Random number generation

epydemic provides a central reference point for the random number generator (RNG) being used by the simulator, epydemic.rng. This is simply an instance of a numpy random number generator, and by default is simply the result of numpy.random.default_rng().

All the core classes in epydemic use this object as their source of random numbers, and it’s usually appropriate to use it in any extensions. The reason for this is to allow the RNG to be changed uniformly across a simulation.

Why might you want to do this? It might be that you want to use a specific random number generator for some reason: perhaps you have extreme requirements for your random numbers. In that case any random bit generator can be encapsulated within an instance of numpy.random.Generator and used across epydemic. Then assign this new generator to epydemic.rng to have it picked up by all the objects.

Another reason that’s sometimes put forward is to reduce randomness, for example using a generator with a known seed that thereafter produces the same stream of “random” numbers. This is sometimes argued for as a way to replicate computational experiments, and it works … kind of. Tempting as it may sound, there are good reasons to avoid obsessing about the reproducibility of individual samples:

  1. Reproducibility relies on the “random” number stream being consumed in exactly the same way. This isn’t guaranteed: for example epydemic might iterate across a set in each different run, and the iteration order of Python sets isn’t guaranteed.

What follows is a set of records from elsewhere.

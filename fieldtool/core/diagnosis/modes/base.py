"""What every fault mode tells the rest of the tool.

A fault mode is one module with one ``FaultMode`` subclass, registered in
``fieldtool.core.diagnosis.modes``: what it applies to (a diode, a capacitor, or a board target
— the drive, the supply, the load), on which boards it can happen, the severities the fault
dictionary tries (its grid, scaled to the board), how it changes the netlist's element values,
and its words for the technician.
"""

from __future__ import annotations

import math
from abc import ABC, abstractmethod
from typing import ClassVar

import numpy as np

from fieldtool.core.circuit.netlist import Circuit, Params
from fieldtool.core.circuit.spec import Profile
from fieldtool.core.circuit.topologies import topology_of

PART_KINDS = ("diode", "capacitor")
BOARD_TARGETS = ("drive", "supply", "load")
NO_SEVERITY = (math.nan,)  # the grid of a mode without a severity
IDEAL_DIODE_DROP = 0.6  # V, for scaling grids only (common practice, no source)

_EXAMPLES = {"ohms": "47k", "fraction": "0.3", "factor": "3"}


class FaultMode(ABC):
    """One catalogued way for a part or the board to fail (see the module docstring)."""

    name: ClassVar[str]  # as written in a fault spec: D5:open
    applies_to: ClassVar[str]  # "diode" | "capacitor" | "drive" | "supply" | "load"
    unit: ClassVar[str | None]  # severity unit: "ohms" | "fraction" | "factor"; None: none
    words: ClassVar[str]  # plain words: "lost capacitance"

    def available(self, profile: Profile) -> bool:
        """True when the mode can happen on this board (default: always)."""
        return True

    def grid(self, profile: Profile) -> tuple[float, ...]:
        """Severities the fault dictionary tries on this board, mild to gross."""
        return NO_SEVERITY

    @abstractmethod
    def apply(
        self,
        circuit: Circuit,
        params: Params,
        target: str,
        severity: float | None,
        profile: Profile,
    ) -> None:
        """Change ``params`` (every row, in place) as this fault of ``target`` would."""

    @property
    def example(self) -> str:
        """A severity to show in messages."""
        return _EXAMPLES.get(self.unit or "", "")

    def severity_problem(self, value: float) -> str | None:
        """Why a severity cannot be used for this mode, or None when it can."""
        if self.unit == "ohms" and value <= 0:
            return f"{self.name} needs a resistance above 0 ohms"
        if self.unit == "fraction" and not 0 < value < 1:
            return f"{self.name} needs the fraction left, between 0 and 1 (e.g. 0.3)"
        if self.unit == "factor" and value <= 1:
            return f"{self.name} needs a factor above 1 (e.g. 3)"
        return None

    def severity_words(self, severity: float, si: str) -> str:
        """The severity in words: ``(47kΩ)``, ``(30% left)``, ``(×3)``; ``si`` is it in SI."""
        if self.unit == "ohms":
            return f"({si}Ω)"
        if self.unit == "fraction":
            return f"({severity:.0%} left)"
        if self.unit == "factor":
            return f"(×{severity:g})"
        return ""


def switching_ohms(profile: Profile) -> float:
    """1/(f·C) of one capacitor: the scale of a pump's per-stage losses (Seeman & Sanders,
    IEEE Trans. Power Electron. 23(2), 2008, slow-switching limit; from memory)."""
    return 1.0 / (profile.frequency_hz * profile.capacitor.farads)


def ideal_output_volts(profile: Profile) -> float:
    """The no-load output of the ideal multiplier (for scaling severity grids)."""
    return topology_of(profile).ideal_output_volts(profile, IDEAL_DIODE_DROP)


def load_ohms_equivalent(profile: Profile) -> float:
    """The load as a resistance: the profile's ohms, or output volts over a constant current."""
    if profile.load_ohms is not None:
        return profile.load_ohms
    amps = profile.load_amps or 0.0
    return abs(ideal_output_volts(profile)) / amps if amps > 0 else 1e9


def drive_sources(circuit: Circuit) -> list[int]:
    """Indices of the drive (or clock) sources."""
    return [i for i, s in enumerate(circuit.sources) if s.kind != "dc"]


def supply_sources(circuit: Circuit) -> list[int]:
    """Indices of the DC supply sources."""
    return [i for i, s in enumerate(circuit.sources) if s.kind == "dc"]


def diode_index(circuit: Circuit, target: str) -> int:
    """Column of a diode by default designator."""
    return circuit.diode_refs.index(target)


def capacitor_index(circuit: Circuit, target: str) -> int:
    """Column of a capacitor by default designator."""
    return circuit.cap_refs.index(target)


def at_most(values: np.ndarray, limit: float) -> np.ndarray:
    """``values`` clipped from above (a copy)."""
    return np.minimum(values, limit)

  2. The idea that exact reproduction is necessary in these kinds of experiments is flawed. Because the processes are stochastic, we’re interested in ensuring that each sample run is drawn from the set of possible outcomes (which is an issue for unit testing, amongst other things). We’re also interested in ensuring that the variance in these samples is squeezed-out (which is an issue of averaging). Given these two properties, it should be the case that, while individual samples differ, the statistical properties of large sets of samples are the same. This is a lot more important and convincing than the reproducibility of individual samples.

We therefore think that the default global RNG will be sufficient in the vast majority of cases.